Gooner. Yeah I've got a Bosch PEX 400 AE sander and will use that if I need it. I will however buy a small mouse sander for all the other fiddly bits that will more than likely need a spruce up. How are they, price wise for new pads? 
And I know what you mean about the paranoia thing.
I spent a lot of time and money last January doung a complete kitchen makeover and it has taken this long for me to stop looking for problems.
I think that's probably a good trait - as long as you can eventually let go !!

----------


## scooter

Terrific post, Gooner  :2thumbsup:   :Biggrin:  
Could you elaborate on the method & the modified hammer (pics?)  you used for pulling the lino staples, and any other tips & tricks you can think of.  Threads like these are invaluable for others looking to follow in your footsteps & tackle their own floor. 
I also think you should post up pics of the finished job for us all to ooh & aah over.  :Smilie:  
More info for the thread - these are available locally & could be the go for a lot of nail pulling.  
Cheers................Sean

----------


## chrisb691

An excellent post...thank you.  :2thumbsup:

----------


## Gooner

> ......small mouse sander for all the other fiddly bits that will more than likely need a spruce up. How are they, price wise for new pads?

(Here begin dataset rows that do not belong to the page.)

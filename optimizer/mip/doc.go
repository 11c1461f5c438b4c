// Package mip is rigmix's exact mixed-integer linear programming engine,
// written in Go on top of the simplex code of package lp. It solves
//
//	minimize    cᵀx + ObjOffset
//	subject to  RowLo ≤ A x ≤ RowUp
//	            ColLo ≤ x ≤ ColUp,   x_j integer for j with Integer[j]
//
// # Method
//
// Presolve (presolve.go) removes fixed and empty columns, empty, free
// and redundant rows and turns singleton rows into bounds; these rules
// are exact for every MIP. When the problem is pure set covering (every
// row Σ x_j ≥ 1 with unit coefficients, binary columns, nonnegative
// costs) it also removes dominated rows, dominated columns and columns
// priced out by the rule of Beasley (1987): column j goes when c_j is at
// least the sum over its rows of the cheapest other column covering the
// row. Solutions are mapped back to the original columns.
//
// Branch and bound (Land and Doig 1960) runs on the LP relaxation, one
// warm-started bounded dual simplex (package lp) for the whole tree:
// moving to a node changes column bounds only, so the previous optimal
// basis stays dual feasible and each node starts from it (open nodes keep
// a snapshot of their parent's basis). Node selection is best bound with
// depth-first plunges while the child's bound is within half the gap of
// the best open node. Branching is reliability branching (Achterberg,
// Koch and Martin 2005; Achterberg 2007, §5.3): pseudocost scores by the
// product rule, with iteration-limited strong branching on candidates
// whose pseudocosts have fewer than a few observations; a strong-branching
// child that is infeasible or cannot beat the incumbent tightens the
// node's bounds instead. Reduced-cost fixing is applied globally with the
// root LP and locally in every node (Achterberg 2007, §7.7). When every
// feasible objective value is a multiple of a known g (integer costs on
// integer columns only), bounds are rounded up to multiples of g, which
// prunes nodes whose bound lies within g of the incumbent.
//
// At the root of a general MIP (not pure set covering) rounds of Gomory
// mixed-integer cuts (Gomory 1960; Marchand, Martin, Weismantel and
// Wolsey 2002), derived from the rows of the optimal simplex tableau
// (lp.Solver.TableauRow), and of extended knapsack cover cuts on rows of
// binaries (Balas 1975; Crowder, Johnson and Padberg 1983; knapcover.go)
// are added to the LP (lp.Solver.AddRows, warm):
// numerically unsafe cuts are dropped, the rest filtered by efficacy and
// parallelism (Achterberg 2007, §8.9) as gomory.go describes. The cuts
// live in the LP only; heuristics and feasibility checks use the rows of
// the problem.
//
// Primal heuristics: for covering, the greedy rule of Chvátal (1979) with
// redundant-column removal and 1-opt exchanges, an LP-guided greedy at
// nodes; for general MIPs, before any LP, a weighted-violation repair
// search in the spirit of Feasibility Jump (Luteberget and Sartor 2023)
// followed by lowering of costly columns and 1-opt with repair, so that a
// large model has a feasible point even when its root LP is slow; the
// same repair search started again from the rounded LP optimum; at the
// root RENS (Berthold 2014), a sub-MIP with the binaries that are
// integral in the LP fixed, and every hundred nodes RINS (Danna,
// Rothberg and Le Pape 2005), fixing the binaries where the node LP and
// the incumbent agree, both solved by this engine with a node limit;
// for every MIP, nearest rounding (with an LP over the continuous
// columns) and fractional diving on the LP with a single backtrack
// (Achterberg 2007, §9.1). Every candidate is
// checked against all rows and bounds before it is accepted, so the
// heuristics are safe on general MIPs.
//
// For set covering the root also runs Lagrangian relaxation of the
// covering rows with subgradient optimization (Beasley 1990): it gives a
// lower bound close to the LP bound within milliseconds, good covers
// through the Lagrangian heuristic, and fixes columns by Lagrangian
// reduced costs. On many OR-Library instances this alone proves
// optimality.
//
// Options.GapRel stops the search when (incumbent − bound)/max(1,|incumbent|)
// ≤ GapRel; such a result has status Optimal (the default GapRel 1e-9
// means proven optimal). Results are deterministic: ties are broken by
// index or creation order, and only time limits and cancellation depend
// on the clock. Options.WorkLimit bounds the search in simplex iterations
// instead, checked between nodes, so a solve stopped by it gives the same
// result on every run whatever the load of the machine; a time limit is
// then only a safety, and status TimeLimit says that it fired. With Options.Threads 2 a second LP solver runs in
// lockstep with the first (node LPs solved on both, strong-branching
// candidates shared between them, results used in candidate order), so
// that run is deterministic too.
//
// # References
//
//   - A. H. Land and A. G. Doig (1960), An automatic method of solving
//     discrete programming problems, Econometrica 28:497–520.
//   - V. Chvátal (1979), A greedy heuristic for the set-covering problem,
//     Mathematics of Operations Research 4:233–235.
//   - J. E. Beasley (1987), An algorithm for set covering problem,
//     European Journal of Operational Research 31:85–93.
//   - J. E. Beasley (1990), A Lagrangian heuristic for set-covering
//     problems, Naval Research Logistics 37:151–164.
//   - T. Achterberg, T. Koch and A. Martin (2005), Branching rules
//     revisited, Operations Research Letters 33:42–54.
//   - T. Achterberg (2007), Constraint Integer Programming, PhD thesis,
//     TU Berlin (SCIP).
//   - R. E. Gomory (1960), An algorithm for the mixed integer problem,
//     RM-2597, The RAND Corporation (from memory).
//   - H. Marchand, A. Martin, R. Weismantel and L. Wolsey (2002), Cutting
//     planes in integer and mixed integer programming, Discrete Applied
//     Mathematics 123:397–446 (from memory).
//   - E. Balas (1975), Facets of the knapsack polytope, Mathematical
//     Programming 8:146–164 (from memory).
//   - H. Crowder, E. L. Johnson and M. Padberg (1983), Solving large-scale
//     zero-one linear programming problems, Operations Research
//     31:803–834 (from memory).
//   - G. Cornuéjols (2008), Valid inequalities for mixed integer linear
//     programs, Mathematical Programming 112:3–44 (from memory).
//   - E. Danna, E. Rothberg and C. Le Pape (2005), Exploring relaxation
//     induced neighborhoods to improve MIP solutions, Mathematical
//     Programming 102:71–90 (from memory).
//   - T. Berthold (2014), RENS: the optimal rounding, Mathematical
//     Programming Computation 6:33–54 (from memory).
//   - B. Luteberget and G. Sartor (2023), Feasibility Jump: an LP-free
//     Lagrangian MIP heuristic, Mathematical Programming Computation
//     15:365–388 (volume and pages from memory).
//
// # Infinite and large values
//
// A bound (column or row) of magnitude lp.Infinity = 1e20 or more is
// infinite: Solve reads 1e30 as "no bound", as CPLEX, CBC and HiGHS do.
// Finite bounds, costs and coefficients must be at most lp.MaxFinite =
// 1e15 in magnitude; Validate and Solve refuse others rather than risk a
// wrong optimum, and ReadMPS also refuses nonzero coefficients below
// MinCoef = 1e-15. A maximization read from MPS (OBJSENSE MAX) is solved
// as the minimization of the negated objective; Problem.Sense turns a
// result back into the file's own sense.
//
// Files in free MPS format are read and written by ReadMPS and WriteMPS;
// OR-Library set-covering files by ReadORLibSetCover.
package mip
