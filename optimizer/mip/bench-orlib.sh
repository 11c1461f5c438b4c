#!/bin/sh
# Solves OR-Library set-covering sets 4, 5, 6, A, B, C and D with rigmix's
# MIP engine and with CBC (single thread) and prints per-instance and
# total times. Needs ../shared/data/orlib-scp next to the repository and
# cbc on PATH (otherwise only our times are printed).
# Usage: optimizer/mip/bench-orlib.sh [-orlib.only scp41,scpd1]
set -eu
cd "$(dirname "$0")"
exec go test -v -run '^TestORLibBenchmark$' -count=1 -timeout 0 . -args -orlib.bench "$@"
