package mip

import (
	"bufio"
	"context"
	"flag"
	"fmt"
	"math"
	"os"
	"path/filepath"
	"strconv"
	"strings"
	"testing"
	"time"
)

var (
	orlibAll     = flag.Bool("orlib.all", false, "also solve OR-Library set-covering sets 5, A, B, C and D (long)")
	orlibThreads = flag.Int("orlib.threads", 1, "Options.Threads for the OR-Library runs")
	orlibOnly    = flag.String("orlib.only", "", "comma-separated instance names to solve instead of the default sets (e.g. scp41,scpa1)")
)

// orlibOptima reads OPTIMA.tsv: optimal values of the OR-Library
// set-covering instances (Beasley 1987, EJOR 31:85–93; OR-Library).
func orlibOptima(t testing.TB, dir string) map[string]float64 {
	f, err := os.Open(filepath.Join(dir, "OPTIMA.tsv"))
	if err != nil {
		t.Skipf("OPTIMA.tsv absent: %v", err)
	}
	defer f.Close()
	out := map[string]float64{}
	sc := bufio.NewScanner(f)
	for sc.Scan() {
		fs := strings.Fields(sc.Text())
		if len(fs) < 2 || fs[0] == "instance" {
			continue
		}
		v, err := strconv.ParseFloat(fs[1], 64)
		if err != nil {
			t.Fatalf("OPTIMA.tsv: %v", err)
		}
		out[fs[0]] = v
	}
	return out
}

func loadORLib(t testing.TB, dir, name string) *Problem {
	f, err := os.Open(filepath.Join(dir, name+".txt"))
	if err != nil {
		t.Fatal(err)
	}
	defer f.Close()
	p, err := ReadORLibSetCover(f)
	if err != nil {
		t.Fatalf("%s: %v", name, err)
	}
	p.Name = name
	return p
}

func orlibSet(prefix string, k int) []string {
	var out []string
	for i := 1; i <= k; i++ {
		out = append(out, fmt.Sprintf("scp%s%d", prefix, i))
	}
	return out
}

func TestORLibSetCover(t *testing.T) {
	dir := dataDir(t, "orlib-scp")
	opt := orlibOptima(t, dir)
	var names []string
	switch {
	case *orlibOnly != "":
		names = strings.Split(*orlibOnly, ",")
	default:
		names = append(names, orlibSet("4", 10)...)
		names = append(names, orlibSet("6", 5)...)
		names = append(names, orlibSet("e", 5)...)
		if *orlibAll {
			for _, s := range []string{"5", "a", "b", "c", "d"} {
				k := 5
				if s == "5" {
					k = 10
				}
				names = append(names, orlibSet(s, k)...)
			}
		}
	}
	for _, name := range names {
		t.Run(name, func(t *testing.T) {
			want, ok := opt[name]
			if !ok {
				t.Fatalf("no optimum for %s in OPTIMA.tsv", name)
			}
			p := loadORLib(t, dir, name)
			start := time.Now()
			res, err := Solve(context.Background(), p, Options{TimeLimit: 120 * time.Second, Threads: *orlibThreads})
			if err != nil {
				t.Fatal(err)
			}
			t.Logf("%s: %v obj %v bound %v nodes %d LP iterations %d in %v", name, res.Status, res.Obj, res.Bound, res.Nodes, res.LPIterations, time.Since(start).Round(time.Millisecond))
			// Optimal value: OR-Library / Beasley (1987), via OPTIMA.tsv.
			if res.Status != Optimal || math.Abs(res.Obj-want) > 1e-6 {
				t.Errorf("%s: %v with objective %v; want optimal %v", name, res.Status, res.Obj, want)
			}
			if v, ok := checkFeasible(p, res.X); !ok || math.Abs(v-res.Obj) > 1e-6 {
				t.Errorf("%s: returned X is not a feasible cover of cost %v", name, res.Obj)
			}
		})
	}
}
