// search runs the branch-and-bound loop from root: best-bound node
// selection with depth-first plunges.
func (e *engine) search(root *node) (Status, error) {
	var next *node = root
	rootSeen := false
	for {
		if e.checkStop() {
			if next != nil {
				e.curBound = math.Min(e.curBound, next.bound)
				if next.bound < e.curBound || e.curBound == math.Inf(-1) {
					e.curBound = next.bound
				}
				e.pushNode(next)
			}
			e.rootDone = rootSeen
			return e.stopStat, nil
		}
		if next == nil {
			for len(e.queue) > 0 && e.canPrune(e.queue[0].bound) {
				e.popNode()
			}
			if len(e.queue) == 0 {
				e.rootDone = true
				if e.inc == nil {
					return Infeasible, nil
				}
				return Optimal, nil
			}
			next = e.popNode()
		}
		nd := next
		next = nil
		if e.canPrune(nd.bound) {
			continue
		}
		e.curBound = nd.bound
		if !e.apply(nd) {
			continue
		}
		if nd.basis != nil {
			_ = e.s.SetBasis(nd.basis)
		}
		if nd.basis2 != nil && e.s2 != nil {
			_ = e.s2.SetBasis(nd.basis2)
		}
		e.nodes++
		r, err := e.solveNode()
		if err != nil {
			return 0, err
		}
		isRoot := !rootSeen
		rootSeen = true
		if isRoot && r.Status == lp.Optimal {
			if r, err = e.rootCuts(r); err != nil {
				return 0, err
			}
		}
		switch r.Status {
		case lp.Infeasible:
			continue
		case lp.Unbounded:
			if isRoot {
				e.rootDone = true
				return Unbounded, nil
			}
			return 0, fmt.Errorf("mip: LP relaxation of a node is unbounded while the root was bounded")
		case lp.TimeLimit, lp.Canceled, lp.IterationLimit:
			e.checkStop()
			if !e.stopped {
				e.stopped, e.stopStat = true, TimeLimit
				if r.Status == lp.Canceled {
					e.stopStat = Interrupted
				}
			}
			e.pushNode(nd)
			e.rootDone = true
			return e.stopStat, nil
		}
		z := r.Obj
		if nd.brVar >= 0 {
			e.updatePseudocost(nd.brVar, nd.brDir, nd.brFrac, z-nd.parentZ)
		}
		if z < nd.bound {
			z = nd.bound // parent bound is valid too
		}
		if isRoot {
			e.rootLPObj = z
			e.curBound = z
			e.rootRC = append([]float64(nil), r.ReducedCost...)
			e.rootX = append([]float64(nil), r.X...)
			e.report()
		}
		if e.canPrune(z) {
			continue
		}
		// Integral?
		fracs := 0
		for j := 0; j < e.n; j++ {
			if e.p.Integer[j] && isFrac(r.X[j]) {
				fracs++
			}
		}
		if fracs == 0 {
			x := append([]float64(nil), r.X...)
			if e.setIncumbent(x) {
				e.rootReducedCostFix()
			} else if _, ok := e.evaluate(append([]float64(nil), r.X...)); !ok && e.p.hasContinuous() {
				// The LP point is integral within intTol but rounding it
				// breaks a row by more than feasTol: re-solve the
				// continuous part with the integers fixed.
				for j := 0; j < e.n; j++ {
					if e.p.Integer[j] {
						x[j] = math.Round(r.X[j])
					}
				}
				if e.fixAndSolve(x) {
					e.rootReducedCostFix()
				}
			}
			// The node's LP optimum is integral: nothing below it can
			// be better.
			continue
		}
		// Heuristics.
		improved := false
		if isRoot || e.nodes-e.lastDiveNode >= 50 {
			e.lastDiveNode = e.nodes
			improved = e.heuristics(nd, r, isRoot)
		}
		if improved || isRoot {
			e.fixByIncumbent()
			if e.canPrune(z) {
				continue
			}
			if e.outsideBounds(r.X) {
				// Global fixing cut off this node's LP point: solve the
				// node again under the tightened bounds.
				next = &node{bound: z, depth: nd.depth, brVar: -1, changes: nd.changes}
				continue
			}
		}
		// Local reduced-cost fixing for the subtree.
		local := e.localFix(r, z)
		// Branching.
		j, downBound, upBound, fixes, infeasibleNode, err := e.branch(nd, r, z)
		if err != nil {
			return 0, err
		}
		if infeasibleNode {
			continue
		}
		if j < 0 {
			if len(fixes) == 0 {
				return 0, fmt.Errorf("mip: internal error: fractional LP solution with no branching candidate at node %d", e.nodes)
			}
			// Strong branching fixed variables and the node should be
			// re-solved: push it back with the tightened bounds.
			child := &node{bound: z, depth: nd.depth, brVar: -1, changes: appendChanges(nd.changes, append(local, fixes...))}
			next = child
			continue
		}
		base := appendChanges(nd.changes, append(local, fixes...))
		xj := r.X[j]
		fj := xj - math.Floor(xj)
		down := &node{bound: math.Max(z, downBound), depth: nd.depth + 1, brVar: j, brDir: 0, brFrac: fj, parentZ: z,
			changes: append(append([]boundChange(nil), base...), boundChange{j, e.glo[j], math.Floor(xj)})}
		up := &node{bound: math.Max(z, upBound), depth: nd.depth + 1, brVar: j, brDir: 1, brFrac: fj, parentZ: z,
			changes: append(append([]boundChange(nil), base...), boundChange{j, math.Ceil(xj), e.gup[j]})}
		var basis, basis2 *lp.Basis
		if e.storedBases < maxStoredBases {
			basis = e.s.Basis()
			if e.s2 != nil {
				basis2 = e.s2.Basis()
			}
		}
		down.basis, up.basis = basis, basis
		down.basis2, up.basis2 = basis2, basis2
		// Dive into the child with the better bound; ties: up (covering
		// problems profit from taking a column).
		first, second := up, down
		if down.bound < up.bound {
			first, second = down, up
		}
		if !e.canPrune(second.bound) {
			e.pushNode(second)
		}
		if e.canPrune(first.bound) {
			continue
		}
		// Plunge only while the child is not much worse than the best
		// open node.
		best := first.bound
		if len(e.queue) > 0 {
			best = math.Min(best, e.queue[0].bound)
		}
		limit := math.Inf(1)
		if !math.IsInf(e.incObj, 1) {
			limit = best + 0.5*(e.incObj-best)
		}
		if first.bound <= limit {
			first.basis, first.basis2 = nil, nil // the solvers' current bases are the parent's
			next = first
		} else {
			e.pushNode(first)
		}
		if b := e.globalBoundOpen(next); b > e.lastBd+1e-9 {
			e.lastBd = b
			e.report()
		}
	}
}
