package mip

import (
	"math"
	"sort"
)

// coverData is the set-covering view of a (reduced) problem:
// minimize Σ c_j x_j subject to Σ_{j covers i} x_j ≥ 1, x binary.
type coverData struct {
	m, n    int
	cost    []float64
	colRows [][]int
	rowCols [][]int
}

func newCoverData(p *Problem) *coverData {
	q := &p.LP
	cd := &coverData{m: q.NumRows, n: q.NumCols, cost: q.Obj,
		colRows: make([][]int, q.NumCols), rowCols: make([][]int, q.NumRows)}
	for j := 0; j < q.NumCols; j++ {
		cd.colRows[j] = q.RowIndex[q.ColStart[j]:q.ColStart[j+1]]
		for _, i := range cd.colRows[j] {
			cd.rowCols[i] = append(cd.rowCols[i], j)
		}
	}
	return cd
}

// greedy completes the partial cover sel (may be empty) by the rule of
// Chvátal (1979, Math. Oper. Res. 4:233–235): repeatedly take the allowed
// column with the least score[j] per newly covered row. Columns with
// allowed[j] false are never added (allowed nil: all). It returns the
// cover (sorted) or nil when the allowed columns cannot cover every row.
func (cd *coverData) greedy(sel []int, score []float64, allowed []bool) []int {
	covered := make([]int, cd.m)
	inSel := make([]bool, cd.n)
	out := append([]int(nil), sel...)
	uncov := cd.m
	for _, j := range sel {
		inSel[j] = true
		for _, i := range cd.colRows[j] {
			if covered[i] == 0 {
				uncov--
			}
			covered[i]++
		}
	}
	// newCov[j]: rows of j not yet covered.
	newCov := make([]int, cd.n)
	for j := 0; j < cd.n; j++ {
		if inSel[j] || (allowed != nil && !allowed[j]) {
			continue
		}
		for _, i := range cd.colRows[j] {
			if covered[i] == 0 {
				newCov[j]++
			}
		}
	}
	for uncov > 0 {
		best, bestRatio := -1, math.Inf(1)
		for j := 0; j < cd.n; j++ {
			if newCov[j] == 0 || inSel[j] || (allowed != nil && !allowed[j]) {
				continue
			}
			r := score[j] / float64(newCov[j])
			if r < bestRatio {
				best, bestRatio = j, r
			}
		}
		if best < 0 {
			return nil
		}
		inSel[best] = true
		out = append(out, best)
		for _, i := range cd.colRows[best] {
			if covered[i] == 0 {
				uncov--
				for _, k := range cd.rowCols[i] {
					newCov[k]--
				}
			}
			covered[i]++
		}
	}
	sort.Ints(out)
	return cd.improve(out)
}

// improve removes redundant columns (most expensive first) and then
// applies 1-opt exchanges: a chosen column is replaced by a cheaper
// unchosen one that covers every row only it covers. Repeats while the
// cost falls. The result is sorted.
func (cd *coverData) improve(sel []int) []int {
	covered := make([]int, cd.m)
	inSel := make([]bool, cd.n)
	for _, j := range sel {
		inSel[j] = true
		for _, i := range cd.colRows[j] {
			covered[i]++
		}
	}
	byCost := func() []int {
		var s []int
		for j := 0; j < cd.n; j++ {
			if inSel[j] {
				s = append(s, j)
			}
		}
		sort.SliceStable(s, func(a, b int) bool { return cd.cost[s[a]] > cd.cost[s[b]] })
		return s
	}
	drop := func() bool {
		any := false
		for _, j := range byCost() {
			red := true
			for _, i := range cd.colRows[j] {
				if covered[i] < 2 {
					red = false
					break
				}
			}
			if red {
				inSel[j] = false
				any = true
				for _, i := range cd.colRows[j] {
					covered[i]--
				}
			}
		}
		return any
	}
	drop()
	mark := make([]int, cd.m)
	stamp := 0
	for round := 0; round < 20; round++ {
		improved := false
		for _, j := range byCost() {
			if !inSel[j] {
				continue
			}
			stamp++
			var uniq []int
			for _, i := range cd.colRows[j] {
				if covered[i] == 1 {
					uniq = append(uniq, i)
					mark[i] = stamp
				}
			}
			if len(uniq) == 0 {
				continue
			}
			best, bestCost := -1, cd.cost[j]
			for _, k := range cd.rowCols[uniq[0]] {
				if inSel[k] || cd.cost[k] >= bestCost {
					continue
				}
				cnt := 0
				for _, i := range cd.colRows[k] {
					if mark[i] == stamp {
						cnt++
					}
				}
				if cnt == len(uniq) {
					best, bestCost = k, cd.cost[k]
				}
			}
			if best >= 0 {
				inSel[j] = false
				for _, i := range cd.colRows[j] {
					covered[i]--
				}
				inSel[best] = true
				for _, i := range cd.colRows[best] {
					covered[i]++
				}
				improved = true
			}
		}
		if drop() {
			improved = true
		}
		if !improved {
			break
		}
	}
	var out []int
	for j := 0; j < cd.n; j++ {
		if inSel[j] {
			out = append(out, j)
		}
	}
	return out
}

func (cd *coverData) costOf(sel []int) float64 {
	s := 0.0
	for _, j := range sel {
		s += cd.cost[j]
	}
	return s
}

// lagrangeResult is the outcome of the subgradient optimization.
type lagrangeResult struct {
	bound float64   // best Lagrangian lower bound L(u)
	u     []float64 // multipliers reaching it
	redc  []float64 // Lagrangian reduced costs c_j − Σ_{i∈j} u_i at u
	best  []int     // best cover found (nil if none better than ub)
	bestC float64
	iters int
}

// lagrange runs subgradient optimization of the Lagrangian relaxation of
// the covering rows, L(u) = Σ_i u_i + Σ_j min(0, c_j − Σ_{i∈j} u_i), with
// the step rule and the Lagrangian heuristic of Beasley (1990, Naval Res.
// Logist. 37:151–164): step t = f·(1.05·UB − L)/‖g‖², f halved after 30
// iterations without improvement, stop when f < 0.005; every few
// iterations the Lagrangian solution is completed to a cover greedily and
// improved. Only allowed columns (nil: all) take part (the others are
// fixed at 0). ub is the best known cover cost (+Inf if none); gran > 0
// says feasible costs are multiples of gran, which allows stopping when
// ⌈L⌉ reaches ub.
func (cd *coverData) lagrange(allowed []bool, ub, gran float64, maxIter int, stop func() bool) *lagrangeResult {
	m, n := cd.m, cd.n
	res := &lagrangeResult{bound: math.Inf(-1), bestC: ub}
	u := make([]float64, m)
	for i := 0; i < m; i++ {
		best := math.Inf(1)
		for _, j := range cd.rowCols[i] {
			if allowed != nil && !allowed[j] {
				continue
			}
			if r := cd.cost[j] / float64(len(cd.colRows[j])); r < best {
				best = r
			}
		}
		if math.IsInf(best, 1) {
			return res // a row no allowed column covers: infeasible
		}
		u[i] = best
	}
	redc := make([]float64, n)
	g := make([]float64, m)
	x := make([]bool, n)
	f := 2.0
	noImp := 0
	for it := 0; it < maxIter && f >= 0.005; it++ {
		res.iters = it + 1
		L := 0.0
		for i := 0; i < m; i++ {
			L += u[i]
		}
		for j := 0; j < n; j++ {
			if allowed != nil && !allowed[j] {
				x[j] = false
				redc[j] = math.Inf(1)
				continue
			}
			r := cd.cost[j]
			for _, i := range cd.colRows[j] {
				r -= u[i]
			}
			redc[j] = r
			x[j] = r < 0
			if r < 0 {
				L += r
			}
		}
		if L > res.bound+1e-9 {
			res.bound = L
			res.u = append(res.u[:0], u...)
			res.redc = append(res.redc[:0], redc...)
			noImp = 0
		} else {
			noImp++
			if noImp >= 30 {
				f /= 2
				noImp = 0
			}
		}
		if it%10 == 0 {
			// Lagrangian heuristic: start from the columns with negative
			// reduced cost, complete greedily by original cost.
			var sel []int
			for j := 0; j < n; j++ {
				if x[j] {
					sel = append(sel, j)
				}
			}
			if c := cd.greedy(sel, cd.cost, allowed); c != nil {
				if v := cd.costOf(c); v < res.bestC-1e-9 {
					res.bestC, res.best = v, c
				}
			}
			// And a greedy on the reduced costs clipped at a small value.
			sc := make([]float64, n)
			for j := range sc {
				sc[j] = math.Max(redc[j], 1e-3*cd.cost[j]+1e-6)
			}
			if c := cd.greedy(nil, sc, allowed); c != nil {
				if v := cd.costOf(c); v < res.bestC-1e-9 {
					res.bestC, res.best = v, c
				}
			}
			if stop != nil && stop() {
				break
			}
		}
		target := res.bestC
		if math.IsInf(target, 1) {
			target = 2*math.Abs(L) + 1
		}
		if gran > 0 && res.bound > target-gran+1e-6 {
			break // ⌈L⌉ ≥ UB: the cover is optimal
		}
		norm := 0.0
		for i := 0; i < m; i++ {
			s := 1.0
			for _, j := range cd.rowCols[i] {
				if x[j] {
					s--
				}
			}
			if u[i] == 0 && s < 0 {
				s = 0
			}
			g[i] = s
			norm += s * s
		}
		if norm == 0 {
			// x covers every row exactly once and is Lagrangian
			// optimal: it is an optimal cover of the allowed columns.
			var sel []int
			for j := 0; j < n; j++ {
				if x[j] {
					sel = append(sel, j)
				}
			}
			if v := cd.costOf(sel); v < res.bestC-1e-9 {
				res.bestC, res.best = v, sel
			}
			break
		}
		t := f * (1.05*target - L) / norm
		for i := 0; i < m; i++ {
			u[i] = math.Max(0, u[i]+t*g[i])
		}
	}
	return res
}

  A pack of 10 pads cost around $8.

----------


## malb

Had most of a small house done professionally this time last year, about 9-10 squares total. Cost was $1600 with bare floors laid in the late 50's then carpeted over. Sanded and punched/filled on friday, first coat Monday, second coat Tuesday, back finishing interior on Thursday. Found about 4 raised dust spots and 1 insect print when finished, otherwise perfect. About 200 litres of collected dust, all machines had there own extractors built in, probably vacuumed about 10 litres (loose) of the floor before coating.
Hardest part was getting into the schedule for the contractor. Can pass on contact details if people PM me.

----------


## Classical Dj

Gooner, what year was the house built, in which you sanded the floor? Having no experience in the field whatsoever, I am cautious about sanding the hardwood and pine floors of my 1917 house, as I have heard on numerous occasions that sanding will do more harm than good... Any advice?  
cheers

----------


## Gooner

> Gooner, what year was the house built, in which you sanded the floor? Having no experience in the field whatsoever, I am cautious about sanding the hardwood and pine floors of my 1917 house, as I have heard on numerous occasions that sanding will do more harm than good... Any advice?

  The house was built in the late 1970's. Most of the house has had carpet, lino or tiles the entire time. 
I am not qualified to give you advice on your floors. I did do a lot of reading but did not go specifically looking for advice on polishing old floors.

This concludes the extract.